The Sedition Act Trials
Historical Documents
Charles Pinckney, “On the Election of the President of the United States”
The Sedition Act became an important issue in the presidential contest between John Adams and Thomas Jefferson in 1800. As South Carolina legislators prepared to choose the state’s presidential electors, one of the state’s United States senators, Charles Pinckney, published a series of editorials in favor of Jefferson’s election. Pinckney’s editorial on the Sedition Act offered an articulate summary of Republican opposition to the act and the prosecutions in the federal courts. The act, he alleged, was a partisan effort to prevent public examination of the policies of the Adams administration and to extend the reach of the federal courts at the expense of state courts. To Pinckney and many Republicans, the federal judiciary was a pliant arm of the Federalist President Adams, who appointed the judges who presided over the cases, the marshals who selected juries, and the district attorneys who brought the indictments before the juries.
When prosecutions for libel were justified, they were the exclusive jurisdiction of state courts, according to Pinckney and many other Republicans. Pinckney was convinced that state courts, with their greater accountability to the public, were less likely to compromise the rights of citizens. He dismissed the supposed benefits of the liberalizations in the libel law, such as the truth as defense.
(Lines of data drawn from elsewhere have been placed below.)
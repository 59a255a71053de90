"""Steady responses of the layered column to unit boundary signals and sources.

The modal engine writes the solution as  u = sum_k b_k phi_k(z) + sum_n a_n(t) e^A psi_n,
where phi_k is the steady response to boundary signal k (top value, bottom value, the
layer sources).  Each phi_k solves, per layer in u = C / kappa,

    -(k u')' + q u' + (m + eps a) u = sigma        (k = theta D kappa, a = theta R kappa)

with the boundary rows of :class:`transport.solvers.modal.spectrum.Operator`, continuity of u and of
k u' at the faces.  ``eps`` is 0 when the column has a steady state; where it has none
(no decay, fluxes prescribed at both ends) a positive ``eps`` gives a smooth lifting with
the same eigenfunctions (the shift only moves every eigenvalue by eps), as described in
the project design notes.

The solution on each layer is exact: exponentials e^{r s} with
r = (q +- sqrt(q^2 + 4 k (m + eps a))) / (2k) in a basis bounded by one on the layer (so
high Peclet numbers never overflow) plus a particular solution for the source.  The
2N unknowns solve one banded system (scipy.linalg.solve_banded).
"""
from __future__ import annotations

from dataclasses import dataclass

import numpy as np
from scipy.linalg import solve_banded

from transport.solvers.modal.operator import Operator

__all__ = ["SteadyResponses", "steady_responses"]


@dataclass(frozen=True)
class SteadyResponses:
    """Coefficients of the steady responses; columns: 0 top, 1 bottom, 2 + i the source
    of layer i.

    Column 0 solves the top row  alpha_u u + beta_u k u' = 1  with a homogeneous bottom
    row (and no source), column 1 the converse; the physical lifting for a boundary
    value g is gamma g times that column.  Columns 0 and 1 are therefore also the two
    homogeneous solutions that satisfy the bottom and the top condition respectively.
    """

    op: Operator
    eps: float
    r_minus: np.ndarray  # (N,)
    r_plus: np.ndarray
    exp_form: np.ndarray  # bool (N,): second basis function e^{r+(s-l)}
    c1: np.ndarray  # (N, K)
    c2: np.ndarray  # (N, K)
    m_eff: np.ndarray

    def evaluate(self, z):
        """u and k u' of each response at depths z: arrays (z.size, K), K = N + 2."""
        op = self.op
        z = np.atleast_1d(np.asarray(z, dtype=float))
        lay = np.clip(np.searchsorted(op.z, z, side="right") - 1, 0, op.n_layers - 1)
        f1, d1, f2, d2, pp, dp = _basis(self, lay, z - op.z[lay])
        u = f1[:, None] * self.c1[lay] + f2[:, None] * self.c2[lay]
        du = d1[:, None] * self.c1[lay] + d2[:, None] * self.c2[lay]
        rows = np.arange(z.size)
        u[rows, 2 + lay] += op.source[lay] * pp
        du[rows, 2 + lay] += op.source[lay] * dp
        return u, op.k[lay][:, None] * du


    def layer_sums(self, z, w):
        """sum of w_q u(z_q) over the depths z_q in each layer: (N, K), without forming
        u at every depth (u is c1 f1 + c2 f2 plus the source's particular solution on
        each layer)."""
        op = self.op
        N = op.n_layers
        z = np.atleast_1d(np.asarray(z, dtype=float))
        lay = np.clip(np.searchsorted(op.z, z, side="right") - 1, 0, N - 1)
        f1, _, f2, _, pp, _ = _basis(self, lay, z - op.z[lay])
        s1 = np.bincount(lay, weights=w * f1, minlength=N)
        s2 = np.bincount(lay, weights=w * f2, minlength=N)
        sp = np.bincount(lay, weights=w * pp, minlength=N)
        out = self.c1 * s1[:, None] + self.c2 * s2[:, None]
        out[np.arange(N), 2 + np.arange(N)] += op.source * sp
        return out


def _roots(op, m_eff):
    q, k = op.q, op.k
    sq = np.sqrt(q * q + 4.0 * k * m_eff)
    if q >= 0:
        r_plus = (q + sq) / (2 * k)
        r_minus = np.where(q + sq > 0, -2.0 * m_eff / np.where(q + sq > 0, q + sq, 1.0), 0.0)
    else:
        r_minus = (q - sq) / (2 * k)
        r_plus = np.where(sq - q > 0, 2.0 * m_eff / np.where(sq - q > 0, sq - q, 1.0), 0.0)
    return r_minus, r_plus


def _basis(resp, lay, s):
    """Basis functions, derivatives and the particular solution P (unit sigma) at local
    depths s in layers ``lay`` (an index array of the size of s, or one layer index)."""
    op = resp.op
    s = np.asarray(s, dtype=float)
    lay = np.broadcast_to(np.asarray(lay), s.shape)
    l = op.thickness[lay]
    rm, rp = resp.r_minus[lay], resp.r_plus[lay]
    f1 = np.exp(rm * s)
    d1 = rm * f1
    delta = rp - rm
    expo = resp.exp_form[lay]
    pos = delta > 0
    with np.errstate(over="ignore", invalid="ignore"):
        # e^{r+ (s - l)} where (r+ - r-) l > 1; elsewhere the bounded difference form
        # e^{r- s} (e^{delta s} - 1) / delta (delta l <= 1), or s e^{r- s} at delta = 0
        f2_e = np.exp(np.where(expo, rp * (s - l), 0.0))
        f2_d = f1 * np.where(pos, np.expm1(np.where(expo, 0.0, delta * s))
                             / np.where(pos, delta, 1.0), s)
        d2_d = rm * f2_d + np.exp(np.where(expo, 0.0, rp * s))
    f2 = np.where(expo, f2_e, f2_d)
    d2 = np.where(expo, rp * f2_e, d2_d)
    me, k = resp.m_eff[lay], op.k[lay]
    if op.q != 0:
        p_flow, dp_flow = s / op.q, np.full_like(s, 1.0 / op.q)
    else:
        p_flow, dp_flow = -s * s / (2 * k), -s / k
    react = me > 0
    pp = np.where(react, 1.0 / np.where(react, me, 1.0), p_flow)
    dp = np.where(react, 0.0, dp_flow)
    return f1, d1, f2, d2, pp, dp


def steady_responses(op: Operator, eps: float = 0.0) -> SteadyResponses:
    """Steady responses to a unit top value, unit bottom value and the layer sources."""
    N = op.n_layers
    m_eff = op.m + eps * op.a
    rm, rp = _roots(op, m_eff)
    exp_form = (rp - rm) * op.thickness > 1.0
    K = N + 2
    resp = SteadyResponses(op, eps, rm, rp, exp_form, np.zeros((N, K)), np.zeros((N, K)), m_eff)
    n = 2 * N
    ab = np.zeros((5, n))  # bands: u=2, l=2 ; ab[2 + r - c, c] = A[r, c]
    rhs = np.zeros((n, K))

    def put(r, c, val):
        ab[2 + r - c, c] = val

    # the basis at both ends of every layer, in one call
    tops_bottoms = np.column_stack([np.zeros(N), op.thickness]).ravel()
    f1, d1, f2, d2, pp, dp = _basis(resp, np.repeat(np.arange(N), 2), tops_bottoms)
    ends = []
    for i in range(N):
        e = slice(2 * i, 2 * i + 2)
        ends.append((f1[e], d1[e] * op.k[i], f2[e], d2[e] * op.k[i], pp[e] * op.source[i],
                     dp[e] * op.k[i] * op.source[i]))
    # top row
    al, be, ga = op.top_u
    f1, d1, f2, d2, pp, dp = ends[0]
    sc = 1.0 / max(abs(al), abs(be) * op.k[0] / op.thickness[0], 1e-300)
    put(0, 0, sc * (al * f1[0] + be * d1[0]))
    put(0, 1, sc * (al * f2[0] + be * d2[0]))
    rhs[0, 0] = sc
    rhs[0, 2] = -sc * (al * pp[0] + be * dp[0])  # layer 0 source
    for i in range(N - 1):
        A_, B_ = ends[i], ends[i + 1]
        r1, r2 = 2 * i + 1, 2 * i + 2
        c0 = 2 * i
        put(r1, c0, A_[0][1])
        put(r1, c0 + 1, A_[2][1])
        put(r1, c0 + 2, -B_[0][0])
        put(r1, c0 + 3, -B_[2][0])
        rhs[r1, 2 + i] = -A_[4][1]
        rhs[r1, 3 + i] = B_[4][0]
        fs = 1.0 / max(op.k[i] / op.thickness[i], op.k[i + 1] / op.thickness[i + 1], abs(op.q))
        put(r2, c0, fs * A_[1][1])
        put(r2, c0 + 1, fs * A_[3][1])
        put(r2, c0 + 2, -fs * B_[1][0])
        put(r2, c0 + 3, -fs * B_[3][0])
        rhs[r2, 2 + i] = -fs * A_[5][1]
        rhs[r2, 3 + i] = fs * B_[5][0]
    al, be, ga = op.bottom_u
    f1, d1, f2, d2, pp, dp = ends[-1]
    sc = 1.0 / max(abs(al), abs(be) * op.k[-1] / op.thickness[-1], 1e-300)
    r = n - 1
    put(r, n - 2, sc * (al * f1[1] + be * d1[1]))
    put(r, n - 1, sc * (al * f2[1] + be * d2[1]))
    rhs[r, 1] = sc
    rhs[r, 1 + N] = -sc * (al * pp[1] + be * dp[1])  # last layer source
    sol = solve_banded((2, 2), ab, rhs)
    if not np.all(np.isfinite(sol)):
        raise ArithmeticError("steady response is not finite: the column has no steady state "
                              "for these boundaries")
    c1 = sol[0::2]
    c2 = sol[1::2]
    return SteadyResponses(op, eps, rm, rp, exp_form, c1, c2, m_eff)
As many of the defense lawyers had said in the sedition trials, it was impossible to prove the truth of what were essentially political opinions, particularly before a partisan jury.
[Document Source:
The Carolina Gazette
, Charleston, September 11, 1800.]
To make, therefore, their favorite object sure, and prevent an enquiry into the president’s administration as it progressed, and to prohibit that investigation of its measures; that appeal to the wisdom and republicanism of the people on the approaching election, from which they were afraid Mr. Adams, or the supporters of his measures, had every thing to dread, and nothing to hope; for these reasons they determined to create a new crime, and to give to their courts a new jurisdiction; to take from the state courts and juries their undoubted right to decide every question of libels, and give it to courts formed by judges appointed by the president, whose administration this act is intended to screen; and what, if possible, is still more intolerable, to juries packed by marshals who have received and hold their offices at the will of the same president. These, my countrymen, are the true objects of the sedition law. They know your state judges are impartial and independent men; that they neither fear the frown of power, nor court the smile of office; that your juries are either impartially drawn by lot, or selected by sheriffs elected by the people, and that they would be likely, upon every occasion, to discountenance any attempt to enslave the press; that these state juries, so far from considering as a crime, would view as a duty the investigation of public measures; . . .
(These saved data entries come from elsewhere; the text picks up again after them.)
"""A boring's Monte Carlo series built side by side (:func:`clean_series_many`): the
same numbers, to the bit, as each column's own :func:`transport.solvers.modal.series.
build_series`, in a fraction of the calls."""
from __future__ import annotations

import math
import warnings

import numpy as np

from transport.model.column import InitialState
from transport.solvers.modal.eigenfunctions import evaluate_many
from transport.solvers.modal.lifting import evaluate_many as lifting_many
from transport.solvers.modal.lifting import steady_responses_many, steady_shift
from transport.solvers.modal.projection import green_terms
from transport.solvers.modal.series import clean_series
from transport.solvers.modal.sizing import column_signals, mode_count

__all__ = ["clean_series_many"]


def clean_series_many(columns, t_mins, tolerance: float, max_modes: int, known_modes,
                      depths=None) -> list:
    """[``build_series(col, clean, t_min, tolerance, max_modes, masses=False,
    known_modes=known)``] of a boring's Monte Carlo columns (one log: the same layer
    faces), built side by side: the steady responses in one block-diagonal solve
    (:func:`~transport.solvers.modal.lifting.steady_responses_many`), the modes at the
    two ends and at ``depths`` (kept as the series' :meth:`~transport.solvers.modal.series.ModalSeries.fields`) in one
    pass (:func:`~transport.solvers.modal.eigenfunctions.evaluate_many`): the same
    numbers, to the bit, as each column's own build, in a fraction of the calls.

    An entry is None where the column is not served here, and its own build must run
    (it then reports its own warnings and errors): a column with a source, without
    known modes or whose mode count is not the known one, a mode-count warning, no
    positive ``t_min``; and every entry when the shared steps warn or fail."""
    out = [None] * len(columns)
    todo = []
    for i, (col, t_min, md) in enumerate(zip(columns, t_mins, known_modes)):
        if md is None or t_min is None or t_min <= 0 or np.any(md.op.source):
            continue
        with warnings.catch_warnings(record=True) as caught:
            warnings.simplefilter("always")
            signals = column_signals(col, md.op)
            rates = [r for sig in signals for kind, _, _, r in sig.atoms if kind == "decay"]
            floor = max(rates, default=0.0) / math.sqrt(tolerance)
            lam = mode_count(md.op, t_min, tolerance, max_modes, floor, md.lam)
        if caught or lam is not md.lam:
            continue
        todo.append((i, col, md, signals))
    if len(todo) < 2:  # nothing to share
        return out
    with warnings.catch_warnings(record=True) as caught:
        warnings.simplefilter("always")
        try:
            mds = [md for _, _, md, _ in todo]
            lifts = steady_responses_many([md.op for md in mds],
                                          [steady_shift(md.lam) for md in mds])
            ends = evaluate_many(mds, np.array([0.0, mds[0].op.z[-1]]), 0)
            if depths is not None:
                z = np.atleast_1d(np.asarray(depths, dtype=float))
                at_z = zip(evaluate_many(mds, z, +1), lifting_many(lifts, z))
        except (ArithmeticError, np.linalg.LinAlgError, ValueError):
            return out
    if caught:
        return out
    for k, ((i, col, md, signals), lift) in enumerate(zip(todo, lifts)):
        green = green_terms(md.op, md.lam, len(signals), *ends[k])
        out[i] = clean_series(col, md.op, md, lift, signals, green, InitialState.clean())
    if depths is not None:
        for (i, *_), ((psi, dpsi), (u_l, du_l)) in zip(todo, at_z):
            out[i]._keep_fields(z, psi, dpsi, u_l, du_l)
    return out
It has been said, in extenuation of this law, that the parties accused are allowed to plead the truth of their charge in their defence, in extenuation of their punishment. Holding, as I do, the fixed and unalterable opinion that congress have no right to legislate at all upon the subject; that they possess the same right to tell me what God I shall worship, or in what manner adore him, as to say under what limitations I shall be permitted to investigate the conduct of our public servants; it is with difficulty I can bring myself to condescend to examine any part of the law; . . . I will, however, for a moment consider the nature of the defence, which is, that a person accused may plead the truth of what is charged as a libel; and I will ask, what safety or success he can promise himself by such a defence, and before a court constituted as I have mentioned, that is composed of judges chosen by the President, and juries packed by marshals appointed by and dependent on the President? . . .
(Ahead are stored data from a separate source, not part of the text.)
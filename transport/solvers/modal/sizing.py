"""Sizing of the modal series: its signals, the mode count, the earliest time to resolve.

The truncated series meets a tolerance from the time lambda_N t >= ln(1/tol) + ln N + 2
after a change of a signal (the tail bound); the count follows from the Weyl estimate
of the eigenvalues and is confirmed on the computed spectrum.
"""
from __future__ import annotations

import math
import warnings

import numpy as np

from transport.model.column import Column
from transport.model.schedules import Schedule
from transport.solvers.modal.operator import Operator
from transport.solvers.modal.spectrum import eigenvalues
from transport.units import YEAR

__all__ = ["DEFAULT_TOLERANCE", "ModeCapWarning", "AccuracyWarning", "column_signals",
           "required_modes", "mode_count", "earliest_time_after_change"]

#: Default relative tolerance of the modal series (of the tail bound).
DEFAULT_TOLERANCE = 1e-8


class ModeCapWarning(UserWarning):
    """The mode cap stops the series from meeting the tolerance at the earliest times."""


class AccuracyWarning(UserWarning):
    """Rounding error (high Peclet number, early time) exceeds the requested tolerance."""


def column_signals(column: Column, op: Operator):
    """Signals b_k(t) (Schedules) of the top, bottom and per-layer source responses."""
    def bc_signal(bc, gamma):
        if gamma == 0.0:
            return Schedule()
        sched = bc.schedule if bc.schedule is not None else Schedule.constant(bc.value)
        return sched.scaled(gamma)
    sig = [bc_signal(column.top, op.top_u[2]), bc_signal(column.bottom, op.bottom_u[2])]
    for lay in column.layers:
        if lay.source_rate == 0.0:
            sig.append(Schedule())
        else:
            sig.append(lay.source_schedule if lay.source_schedule is not None
                       else Schedule.constant(1.0))
    return tuple(sig)


def required_modes(op: Operator, t_min: float, tolerance: float, n_max: int) -> int:
    """Mode count with lambda_N t_min >= ln(1/tol) + ln N + 2 (tail bound), Weyl estimate."""
    weyl = float(np.sum(op.thickness * np.sqrt(op.a / op.k)))
    shift = float(np.min(op.s / op.a))
    n = 8
    for _ in range(60):
        target = (math.log(1 / tolerance) + math.log(n) + 2) / t_min
        n_new = int(math.ceil(weyl / math.pi * math.sqrt(max(target - shift, 0.0)))) + 4
        if n_new <= n:
            break
        n = min(n_new, n_max)
        if n == n_max:
            break
    return max(n, 8)


def mode_count(op, t_min, tolerance, max_modes, lam_floor=0.0, known=None):
    """Eigenvalues of enough modes that the tail bound meets ``tolerance`` at ``t_min``
    and lambda_N >= ``lam_floor``; :class:`ModeCapWarning` when ``max_modes`` stops it.

    ``known``: the first eigenvalues of ``op`` already computed (by
    :func:`~transport.solvers.modal.spectrum.eigenvalues_many`), used where they are
    exactly the ``required_modes`` first ones."""
    n_modes = required_modes(op, t_min, tolerance, max_modes)
    if known is not None and known.size == n_modes:
        lam = known
    else:
        lam = eigenvalues(op, n_modes)
    target = max((math.log(1 / tolerance) + math.log(n_modes) + 2) / t_min, lam_floor)
    while lam[-1] < target and n_modes < max_modes:
        n_modes = min(max_modes, int(n_modes * 1.5) + 8)
        lam = eigenvalues(op, n_modes)
    if lam[-1] < target:
        t_ok = (math.log(1 / tolerance) + math.log(n_modes) + 2) / lam[-1]
        warnings.warn(
            f"{n_modes} modes (the cap) do not meet the tolerance {tolerance:g} at the "
            f"earliest time {t_min / YEAR:.4g} yr after a change; results are accurate from "
            f"about {t_ok / YEAR:.4g} yr after it. Raise max_modes or use later output times.",
            ModeCapWarning, stacklevel=4)
    return lam


def earliest_time_after_change(column: Column, times) -> float | None:
    """Smallest positive (t - t_change) over output times and signal switch-on times."""
    times = np.asarray(times, dtype=float)
    changes = {0.0}
    for sched in (column.top.schedule, column.bottom.schedule,
                  *(lay.source_schedule for lay in column.layers)):
        if sched is not None:
            changes.update(sched.change_times)
    gaps = (times[:, None] - np.array(sorted(changes))[None, :]).ravel()
    gaps = gaps[gaps > 0]
    if not gaps.size:
        return None
    # resolve every change as finely as the run's start, so that continuous-time
    # metrics are accurate after each change, not only at the output times
    return min(float(gaps.min()), float(times[times > 0].min()))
I think you will confess, that men of such opposite opinions as I have stated, could never easily be brought to agree upon any public measure, where there was room for difference in opinion; and that to commit a man who is known to be in what is called the
republican interest
, to be tried for any political writing, by a jury of men known to be in the federal interest, and packed by a federal marshal, is allowing him that sort of defence which may be considered as something very like a solemn mockery of justice.